[Saved entries]
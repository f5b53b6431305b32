//! An enlarged view of a place that decides: the limit, the lines near it, and the margin as a
//! dimension.

use super::lines::{shown, viscosity_at};
use super::plot::Plot;
use super::{OilLine, ViscosityFigure};
use crate::report::draw::axes::{Axes, Axis, Scale, decade_below, viscosity_groups};
use crate::report::draw::measure::{Anchor, Style, fit};
use crate::report::draw::svg::{Alternative, Canvas};
use crate::report::draw::{Drawing, Rect, pt};
use serde::{Deserialize, Serialize};

/// One enlarged view.
#[derive(Clone, Debug, Default, PartialEq, Serialize, Deserialize)]
pub struct Detail {
    /// Id on its sheet.
    pub id: String,
    /// Its letter: H at the hot end, K at the cold.
    pub letter: String,
    /// Its heading: `hottest sump`.
    pub title: String,
    /// What is to be seen in it.
    pub description: String,
    /// The caption.
    pub caption: String,
    /// The temperature that decides, °C.
    pub at_c: f64,
    /// The limit there, mm²/s.
    pub limit_mm2_s: f64,
    /// Whether the limit is a floor.
    pub floor: bool,
    /// The oil whose margin is dimensioned, by its letter.
    pub of: String,
    /// The margin in words: `+0.67 step`.
    pub margin: String,
}

const WIDTH: f64 = 384.0;
const LEFT: f64 = 67.0;
const RIGHT: f64 = 66.0;
const TOP: f64 = 34.0;
const HEIGHT: f64 = 186.0;
/// Half the width of the window, kelvin.
const HALF_WINDOW: f64 = 6.0;

impl Detail {
    fn dimensioned<'a>(&self, figure: &'a ViscosityFigure) -> Option<&'a OilLine> {
        figure.lines.iter().find(|line| line.letter == self.of)
    }

    /// The viscosities of the window: the limit, the line dimensioned, and room around both.
    fn window(&self, figure: &ViscosityFigure) -> (f64, f64) {
        let of = self
            .dimensioned(figure)
            .and_then(|oil| viscosity_at(&oil.line, self.at_c))
            .unwrap_or(self.limit_mm2_s);
        let (low, high) = (of.min(self.limit_mm2_s), of.max(self.limit_mm2_s));
        let spread = (high / low).max(1.08);
        let room = if spread > 3.0 {
            1.5
        } else {
            1.32 * spread.sqrt()
        };
        (low / room, high * room)
    }

    fn axes(&self, figure: &ViscosityFigure) -> Axes {
        let (low, high) = self.window(figure);
        let (from, to) = (self.at_c - HALF_WINDOW, self.at_c + HALF_WINDOW);
        Axes {
            x: Axis {
                scale: Scale::LogKelvin,
                low: from,
                high: to,
                start: LEFT,
                end: WIDTH - RIGHT,
            },
            y: Axis {
                scale: Scale::DoubleLog,
                low,
                high,
                start: TOP + HEIGHT,
                end: TOP,
            },
        }
    }

    /// Marks its window on the main figure.
    pub(super) fn outline(&self, canvas: &mut Canvas, figure: &ViscosityFigure, main: &Axes) {
        canvas.rect(self.outlined(figure, main), "window");
    }

    /// The part of the main figure that the view enlarges.
    fn outlined(&self, figure: &ViscosityFigure, main: &Axes) -> Rect {
        let (low, high) = self.window(figure);
        let x = |t: f64| main.x.px_inside(t);
        let y = |nu: f64| main.y.px_inside(nu);
        let a = pt(x(self.at_c - HALF_WINDOW), y(high));
        let b = pt(x(self.at_c + HALF_WINDOW), y(low));
        Rect::between(a, b)
    }

    /// Its letter on the main figure, set after the labels of the limits, which have fewer places.
    pub(super) fn letter(&self, canvas: &mut Canvas, figure: &ViscosityFigure, main: &Axes) {
        let window = self.outlined(figure, main);
        let places = [
            (pt(window.right() + 4.0, window.y + 12.0), Anchor::Start),
            (pt(window.x - 4.0, window.bottom() - 2.0), Anchor::End),
            (pt(window.x - 4.0, window.y + 12.0), Anchor::End),
            (
                pt(window.right() + 4.0, window.bottom() - 2.0),
                Anchor::Start,
            ),
            (pt(window.x + 4.0, window.y - 4.0), Anchor::Start),
            (pt(window.x + 4.0, window.bottom() + 14.0), Anchor::Start),
            (
                pt(window.right() - 4.0, window.bottom() + 14.0),
                Anchor::End,
            ),
            (pt(window.right() + 4.0, window.y - 4.0), Anchor::Start),
        ];
        canvas.place(Style::Head, &self.letter, &places);
    }
}

/// Draws one enlarged view of the figure.
pub fn draw_detail(figure: &ViscosityFigure, detail: &Detail, uid: &str) -> Drawing {
    let axes = detail.axes(figure);
    let shown = shown(&figure.lines, &axes);
    let plot = Plot::new(axes, &shown);
    let frame = axes.frame();
    let mut canvas = Canvas::new(WIDTH, frame.bottom() + plot.tick_row + 24.0);
    let heading = format!("Detail {}: {}", detail.letter, detail.title);
    let shown_heading = fit(&heading, Style::Head, WIDTH - LEFT);
    canvas.text(
        pt(frame.x, TOP - 13.0),
        Anchor::Start,
        Style::Head,
        &shown_heading,
    );
    plot.grid(
        &mut canvas,
        &axes.y.ticks(&fine_groups(&axes), 17.0),
        &figure.degrees.ticks(&axes.x, 30.0),
    );
    let unit_at = pt(frame.right(), frame.bottom() + plot.tick_row + 17.0);
    canvas.text(unit_at, Anchor::End, Style::Axis, figure.degrees.unit());
    let x = axes.x.px(detail.at_c);
    canvas.line(pt(x, frame.y), pt(x, frame.bottom()), "at");
    plot.lines(&mut canvas, &shown);
    jaw(&mut canvas, &axes, detail);
    plot.balloons(&mut canvas, &shown);
    margin(&mut canvas, &axes, detail, figure);
    shearing(&mut canvas, &axes, &shown);
    let told = Alternative::Told {
        title: &heading,
        description: &detail.description,
    };
    canvas.finish(uid, "fig-svg", told)
}

/// Round numbers close together, for a window of less than a decade.
fn fine_groups(axes: &Axes) -> Vec<Vec<f64>> {
    let mut groups = viscosity_groups();
    let span = axes.y.high - axes.y.low;
    let decade = decade_below(span);
    for step in [0.5, 0.2, 0.1] {
        let step = step * decade;
        let first = (axes.y.low / step).ceil();
        let count = ((axes.y.high / step).floor() - first).clamp(0.0, 60.0);
        groups.push(
            (0..=60_u8)
                .map(f64::from)
                .filter(|i| *i <= count)
                .map(|i| (first + i) * step)
                .collect(),
        );
    }
    groups
}

fn jaw(canvas: &mut Canvas, axes: &Axes, detail: &Detail) {
    let frame = axes.frame();
    let x = axes.x.px(detail.at_c);
    let y = axes.y.px(detail.limit_mm2_s);
    let (a, b) = if detail.floor {
        (frame.x, x)
    } else {
        (x, frame.right())
    };
    let top = if detail.floor { y } else { y - 9.0 };
    canvas.rect(
        Rect {
            x: a,
            y: top,
            w: b - a,
            h: 9.0,
        },
        "jaw-hatch",
    );
    canvas.line(
        pt(a, y),
        pt(b, y),
        if detail.floor {
            "jaw jaw-floor"
        } else {
            "jaw jaw-ceiling"
        },
    );
}

fn margin(canvas: &mut Canvas, axes: &Axes, detail: &Detail, figure: &ViscosityFigure) {
    let line = detail.dimensioned(figure);
    let Some(nu) = line.and_then(|oil| viscosity_at(&oil.line, detail.at_c)) else {
        return;
    };
    let x = axes.x.px(detail.at_c);
    let y = axes.y.px(nu);
    canvas.circle(pt(x, y), 3.0, "pt-stated");
    // on the jaw's side of the line, where its extension line is the jaw itself
    let shift = if detail.floor { -9.0 } else { 9.0 };
    canvas.line(pt(x, y), pt(x + 1.6 * shift, y), "ext");
    canvas.upright(x + shift, axes.y.px(detail.limit_mm2_s), y, &detail.margin);
}

/// An arrow from the line as new to the line as worn.
fn shearing(canvas: &mut Canvas, axes: &Axes, shown: &[&OilLine]) {
    for oil in shown.iter().filter(|oil| !oil.as_new.is_empty()) {
        let places =
            [0.12, 0.3, 0.7, 0.85].map(|share| axes.x.low + share * (axes.x.high - axes.x.low));
        let words = format!("{} shears", oil.letter);
        for t in places {
            let (Some(new), Some(worn)) =
                (viscosity_at(&oil.as_new, t), viscosity_at(&oil.line, t))
            else {
                break;
            };
            let (a, b) = (axes.at(t, new), axes.at(t, worn));
            let frame = axes.frame();
            if !frame.holds(a) || !frame.holds(b) || b.y - a.y < 10.0 {
                continue;
            }
            canvas.line(a, b, "dim");
            canvas.arrow(b, pt(0.0, 1.0));
            let beside = pt(a.x + 5.0, f64::midpoint(a.y, b.y) + 4.0);
            let above = pt(a.x + 5.0, a.y - 4.0);
            canvas.place(
                Style::Label,
                &words,
                &[
                    (beside, Anchor::Start),
                    (above, Anchor::Start),
                    (pt(a.x - 5.0, beside.y), Anchor::End),
                ],
            );
            break;
        }
    }
}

• WORK INSTRUCTIONS: Wherever the string "spread" appears in a line above, copy that line.

• RESPONSE TO THIS EXERCISE:
        let spread = (high / low).max(1.08);
        let room = if spread > 3.0 {
            1.32 * spread.sqrt()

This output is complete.